Colonel Brandon’s eyes widened at the sight of Marianne opening the door. He’d expected one of Sir John’s staff. “Miss Marianne, Happy Birthday.”
Marianne grinned at him, before stepping aside so he could come in. “Thank you, Colonel Brandon.”
Colonel Brandon stepped inside, noticing that the house was darker than he’d expected. “The party?”
“It ended about an hour ago, I’m afraid everyone else has went to their beds.”
Colonel Brandon took a step back and straightened. “I apologize Miss Marianne, I know that Mrs. Jennings’ parties can last all night if she’s given the opportunity. I wouldn’t have come if I’d known. I should leave.”
“Please, don’t, Colonel, rest for a moment from your ride, at least?”
The Colonel looked unsure, glancing around at the quiet house. “I shouldn’t. Will you be at Barton Cottage tomorrow?”
“Yes, I imagine we’ll leave here early in the morning to return.”
“May I stop by at midday then?”
“Please do, I-- I’ve missed our walks.”
Colonel Brandon’s face softened. “I have too.” He turned to leave, the door still open into the night air, but paused and turned back. He reached his hand inside of his long coat and took out a small, simply wrapped package. “This is for you. A gift for your birthday.”

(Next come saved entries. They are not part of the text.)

/// Sums a cause up over its nodes.
pub(super) fn collect<'a>(
    at: At,
    with: Option<At>,
    log_prior: f64,
    nodes: impl Iterator<Item = Part<'a>>,
    data: &Data,
) -> Weighed {
    let nodes: Vec<Part> = nodes.collect();
    let n = data.data.len();
    let logs: Vec<f64> = nodes.iter().map(|h| h.log_weight + h.fit.log).collect();
    let log_likelihood = if logs.is_empty() {
        f64::NEG_INFINITY
    } else {
        math::ln_sum_exp(&logs)
    };
    let weights: Vec<f64> = logs.iter().map(|l| math::exp(l - log_likelihood)).collect();
    let without = (0..n)
        .map(|k| {
            let terms: Vec<f64> = nodes
                .iter()
                .map(|h| h.log_weight + h.fit.without[k])
                .collect();
            if terms.is_empty() {
                f64::NEG_INFINITY
            } else {
                math::ln_sum_exp(&terms)
            }
        })
        .collect();
    let wrong = (0..data.groups)
        .map(|g| {
            nodes
                .iter()
                .zip(&weights)
                .map(|(h, w)| w * h.fit.wrong[g])
                .sum()
        })
        .collect();
    let swapped = nodes
        .iter()
        .zip(&weights)
        .map(|(h, w)| w * h.fit.swapped)
        .sum();
    let would = (0..n)
        .map(|k| {
            let mean: f64 = nodes.iter().zip(&weights).map(|(h, w)| w * h.mean[k]).sum();
            let square: f64 = nodes
                .iter()
                .zip(&weights)
                .map(|(h, w)| w * ((h.mean[k] - mean).powi(2) + h.fit.spread[k].powi(2)))
                .sum();
            (mean, square.sqrt())
        })
        .collect();
    let heaviest = weights.iter().copied().fold(0.0, f64::max);
    Weighed {
        id: at.id,
        path: at.path,
        with,
        log_prior,
        log_likelihood,
        without,
        wrong,
        swapped,
        would,
        heaviest,
    }
}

Marianne smiled as she accepted it. “Thank you, Colonel. Though, you didn’t have to you know.”
He smiled again, but Marianne could tell that something was worrying him more than the late hour. “I wanted to. I’ll see you tomorrow.” He nodded once more before turning and leaving the house.

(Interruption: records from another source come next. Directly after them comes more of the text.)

//! The whole sheet in one pure call: points, efficiencies, losses, balances, what is judged and how, what was not tested, and what
//! the unit's profile may take over.

use super::acceptance::Limited;
use super::accepted::{Accepted, accepted};
use super::analysis::{Quantity, Setup, theoretical_flow};
use super::balance::{Balance, balance};
use super::channel::{Channel, Subject};
use super::fit::{Loss, LossFit, losses};
use super::flaw::{LeftOut, Part, lies, sorted};
use super::items::{Entry, Item, ItemId, Practice, of};
use super::judge::{Decision, Limits, Measurand, decide, usual};
use super::point::{Point, points, repeated};
use super::sheet::{BenchSheet, Head};
use super::uncertain::{Evaluated, Uncertain, evaluated};
use crate::quantity::{Kind, Measure, Unit};
use crate::readings::instrument::gum;
use crate::unit::{FigureId, Unit as Machine};

/// Pressure difference at which leakages are told in the profile, bar.
pub const LEAKAGE_AT: f64 = 200.0;
/// A point stands for the rated one within this share of speed and pressure.
const NEAR_RATED: f64 = 0.10;
/// Standard uncertainty of a figure that no instrument of the stand covers (a time, a signal), as a share. Common practice.
const OTHER_FIGURES: f64 = 0.01;

/// Where on a run something was judged: a curve over pressure.
#[derive(Clone, Copy, Debug, PartialEq)]
pub struct Span {
    /// Speed, rpm; none where any will do.
    pub speed: Option<f64>,
    /// Lower pressure difference, bar.
    pub from: f64,
    /// Higher pressure difference, bar.
    pub to: f64,
    /// Where the figure stands that decides, bar.
    pub at: Option<f64>,
}

/// Something judged.
#[derive(Clone, Debug, PartialEq)]
pub struct Judged {
    /// What.
    pub words: String,
    /// Unit of figure and limits, as printed.
    pub unit: Unit,
    /// Figure in the base unit of the unit's kind; none for what is ticked.
    pub figure: Option<Uncertain>,
    /// Limits in the same; none for what is ticked.
    pub limits: Option<Limits>,
    /// Decision.
    pub decision: Decision,
    /// Why it cannot be told, where no doubt about a figure says so; empty otherwise.
    pub why: String,
    /// Of a curve, where it was judged.
    pub span: Option<Span>,
}

impl Judged {
    /// Symbol of its unit as printed, and the factor from the base unit to it.
    #[must_use]
    pub fn printed(&self) -> (&'static str, f64) {
        if self.unit == Unit::Percent {
            ("%", 100.0)
        } else {
            (self.unit.kind().base_unit().symbol(), 1.0)
        }
    }

    /// A figure held against its limits.
    pub(super) fn of(
        words: String,
        unit: Unit,
        figure: Uncertain,
        limits: Limits,
        decision: Decision,
    ) -> Judged {
        Judged {
            words,
            unit,
            figure: Some(figure),
            limits: Some(limits),
            decision,
            why: String::new(),
            span: None,
        }
    }

    /// Something that nothing on the sheet can decide, and why.
    pub(super) fn open(words: String, unit: Unit, limits: Limits, why: String) -> Judged {
        Judged {
            words,
            unit,
            figure: None,
            limits: Some(limits),
            decision: Decision::CannotTell,
            why,
            span: None,
        }
    }
}

/// What a sheet says.
#[derive(Clone, Debug, PartialEq)]
pub struct BenchReport {
    /// Points.
    pub points: Vec<Point>,
    /// What of them is left out of displacement, fits and verdict.
    pub left_out: Vec<LeftOut>,
    /// Everything computed of them.
    pub evaluated: Evaluated,
    /// The loss fit.
    pub losses: LossFit,
    /// Power and heat balance, point by point.
    pub balances: Vec<Option<Balance>>,
    /// Change of flow and case flow from the first point to the same one at the end.
    pub repeated: Option<(Option<f64>, Option<f64>)>,
    /// What was judged: limits of the manual first.
    pub judged: Vec<Judged>,
    /// What came of each limit at points and along curves.
    pub accepted: Vec<Accepted>,
    /// What was left out, with the reason where one was given.
    pub not_tested: Vec<(&'static str, Option<String>)>,
    /// What the profile may take over.
    pub proposals: Vec<Proposal>,
}

/// A figure for the profile.
#[derive(Clone, Copy, Debug, PartialEq)]
pub struct Proposal {
    /// Which.
    pub id: FigureId,
    /// Value.
    pub value: Measure,
    /// Standard uncertainty as a share of it.
    pub share: f64,
}

/// What the setup of a sheet is.
#[must_use]
pub fn setup(sheet: &BenchSheet, machine: Option<&Machine>) -> (Setup, f64) {
    let profile = |id| machine.and_then(|machine| machine.known(id));
    let plate_of = if sheet.subject == Subject::Motor {
        FigureId::MotorDisplacement
    } else {
        FigureId::PumpDisplacement
    };
    let stroke = sheet
        .head(Head::Stroke)
        .map_or(1.0, |percent| percent / 100.0);
    let plate = sheet.head(Head::Displacement).or(profile(plate_of));
    let charge = sheet
        .head(Head::ChargeDisplacement)
        .or(profile(FigureId::ChargeDisplacement));
    let oil = sheet.oil();
    let viscosity = oil.as_ref().map_or(0.0, |(_, spread)| *spread);
    let setup = Setup {
        subject: sheet.subject,
        layout: sheet.layout,
        plate: plate.map(|plate| plate * stroke),
        charge_displacement: charge,
        oil: oil.map(|(oil, _)| oil),
        viscosity_factor: 1.0,
    };
    (setup, viscosity)
}

/// Computes the whole sheet. `machine` is the unit that the pump or motor belongs to; what its profile knows stands in where the
/// sheet is silent.
#[must_use]
pub fn report(sheet: &BenchSheet, machine: Option<&Machine>) -> BenchReport {
    let (setup, viscosity) = setup(sheet, machine);
    let mut points = points(&sheet.rows);
    let gauged = |channel| sheet.gauged(channel);
    let (evaluated, left_out) = sorted(
        &mut points,
        setup.subject,
        &setup.layout,
        |point| doubt_of_difference(sheet, point),
        |points| evaluated(points, &setup, gauged, viscosity),
    );
    let losses = losses(
        &points,
        &setup,
        evaluated.analysis.displacement,
        gauged,
        viscosity,
    );
    let lost = sheet.head(Head::HeatLost).unwrap_or(0.0);
    let balances = points
        .iter()
        .zip(&evaluated.analysis.points)
        .map(|(point, result)| balance(&point.means, result, &setup, lost))
        .collect();
    let run = Run {
        sheet,
        setup: &setup,
        points: &points,
        evaluated: &evaluated,
        left_out: &left_out,
    };
    let accepted = accepted(&run, &losses);
    let mut judged: Vec<Judged> = accepted
        .iter()
        .filter_map(|one| one.judged.clone().ok())
        .collect();
    judged.extend(run_judged(&run, &accepted));
    let mut not_tested = Vec::new();
    for item in of(sheet.subject) {
        match item_judged(sheet, machine, &setup, item) {
            Some(found) => judged.push(found),
            None => {
                let entry = sheet.items.get(&item.id);
                let has_figure = entry.is_some_and(|entry| entry.found.value.is_some());
                if !has_figure {
                    let why = entry.and_then(|entry| entry.skipped.clone());
                    not_tested.push((item.words, why.filter(|why| !why.trim().is_empty())));
                }
            }
        }
    }
    judged.extend(relations(sheet));
    if points.is_empty() {
        not_tested.push(("Efficiency run", None));
    }
    for limit in &accepted {
        if let Err(why) = limit.judged {
            not_tested.push(("A limit of the run", Some(why.to_owned())));
        }
    }
    BenchReport {
        repeated: repeated(&points),
        proposals: proposals(sheet, &evaluated, &losses, &left_out),
        points,
        left_out,
        evaluated,
        losses,
        balances,
        judged,
        accepted,
        not_tested,
    }
}

impl BenchReport {
    /// The verdict on what was judged: fail where anything fails, cannot tell where anything cannot be told; none where nothing
    /// was judged.
    #[must_use]
    pub fn verdict(&self) -> Option<Decision> {
        let any = |decision| self.judged.iter().any(|j| j.decision == decision);
        if any(Decision::Fail) {
            Some(Decision::Fail)
        } else if any(Decision::CannotTell) {
            Some(Decision::CannotTell)
        } else {
            any(Decision::Pass).then_some(Decision::Pass)
        }
    }

    /// True where a point shows what no machine can do: an instrument lies.
    #[must_use]
    pub fn is_impossible(&self) -> bool {
        self.left_out.iter().any(|one| one.flaw.is_impossible())
    }

    /// Points of which something counts.
    #[must_use]
    pub fn counted(&self) -> usize {
        let counts = |point: &&Point| point.left_out.len() < Part::ALL.len();
        self.points.iter().filter(counts).count()
    }
}

/// Expanded uncertainty of a point's pressure difference, bar.
fn doubt_of_difference(sheet: &BenchSheet, point: &Point) -> f64 {
    let of = |channel: Channel| {
        let value = point.means.get(channel).unwrap_or(0.0);
        sheet.gauged(channel).standard(channel, value)
    };
    gum::expanded(gum::combined(&[of(Channel::High), of(Channel::Low)]), 2.0)
}

/// Limits of the run: those typed, else those of common practice, unless the manual limits the same figure elsewhere.
fn limits(sheet: &BenchSheet, what: Measurand, has_own: bool) -> Option<Limits> {
    let typed = sheet.limits.get(&what);
    let share = |measure: Option<Measure>| measure.and_then(|m| m.try_in_unit(Unit::Fraction).ok());
    let low = typed.and_then(|t| share(t.low.value));
    let high = typed.and_then(|t| share(t.high.value));
    if low.is_none() && high.is_none() {
        return (!has_own).then(|| usual(what));
    }
    let from = typed.map_or("", |t| t.from.trim());
    Some(Limits {
        low,
        high,
        from: if from.is_empty() {
            "as entered".to_owned()
        } else {
            from.to_owned()
        },
    })
}

/// What a run is judged by.
pub(super) struct Run<'a> {
    pub(super) sheet: &'a BenchSheet,
    pub(super) setup: &'a Setup,
    pub(super) points: &'a [Point],
    pub(super) evaluated: &'a Evaluated,
    left_out: &'a [LeftOut],
}

/// What came of a figure that is judged: the figure, or why there is none to judge.
pub(super) type Found = Result<Uncertain, String>;

impl Run<'_> {
    /// A figure of a point, where its part counts and no instrument of its kind lies. None where the sheet does not carry it.
    pub(super) fn figure(&self, at: usize, quantity: Quantity) -> Option<Found> {
        let figure = self.evaluated.points.get(at)?.get(&quantity).copied();
        let parts = Part::of(quantity);
        if let Some(why) = self.lie(parts) {
            // Also where the figure itself looks right: the same instrument read it.
            return figure.map(|_| Err(why));
        }
        let own = self
            .left_out
            .iter()
            .find(|one| one.at == at && parts.iter().any(|part| one.parts.contains(part)));
        match own {
            Some(one) => figure.map(|_| Err(one.words(self.setup.subject))),
            None => figure.map(Ok),
        }
    }

    /// Why nothing that rests on these parts is judged, where an instrument lies.
    pub(super) fn lie(&self, parts: &[Part]) -> Option<String> {
        let liar = lies(self.left_out, parts)?;
        Some(format!(
            "{}; the same instruments read the other points, so correct its row or leave it out",
            liar.words(self.setup.subject)
        ))
    }

    /// The best point by overall efficiency, with its name, of those that count.
    fn best(&self) -> Option<(String, Found)> {
        let found = (0..self.points.len())
            .filter_map(|at| Some((at, self.figure(at, Quantity::Overall)?)))
            .max_by(|a, b| {
                let rank = |found: &Found| found.as_ref().map_or(f64::MIN, |f| f.value);
                rank(&a.1).total_cmp(&rank(&b.1))
            })?;
        let name = match &found.1 {
            Ok(_) => format!(", at point {}", self.points[found.0].name),
            Err(_) => String::new(),
        };
        Some((name, found.1))
    }

    /// Derived displacement over that of the plate.
    fn displacement(&self) -> Option<Found> {
        let plate = self.setup.plate?;
        let out = |one: &&LeftOut| one.parts.contains(&Part::Flow);
        if let Some(derived) = self.evaluated.derived {
            return Some(match self.lie(&[Part::Flow]) {
                Some(why) => Err(why),
                None => Ok(Uncertain {
                    value: derived.value / plate,
                    standard: derived.standard / plate,
                }),
            });
        }
        // Only where leaving points out is why there is none.
        let one = self.left_out.iter().find(out)?;
        (self.setup.subject != Subject::Transmission).then(|| Err(one.words(self.setup.subject)))
    }
}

Marianne waited until he’d ridden out of sight before closing the door, and looking at the package in her hand. She untied the piece of string that held the paper, removing it as she moved to a nearby chair. Inside, was a framed poem, with a watercolor painted behind. She traced the wooden frame with her fingers, as she whispered the words. “Doubt thou the stars are fire, Doubt that the sun doth move; Doubt truth to be a liar; But never doubt I love.”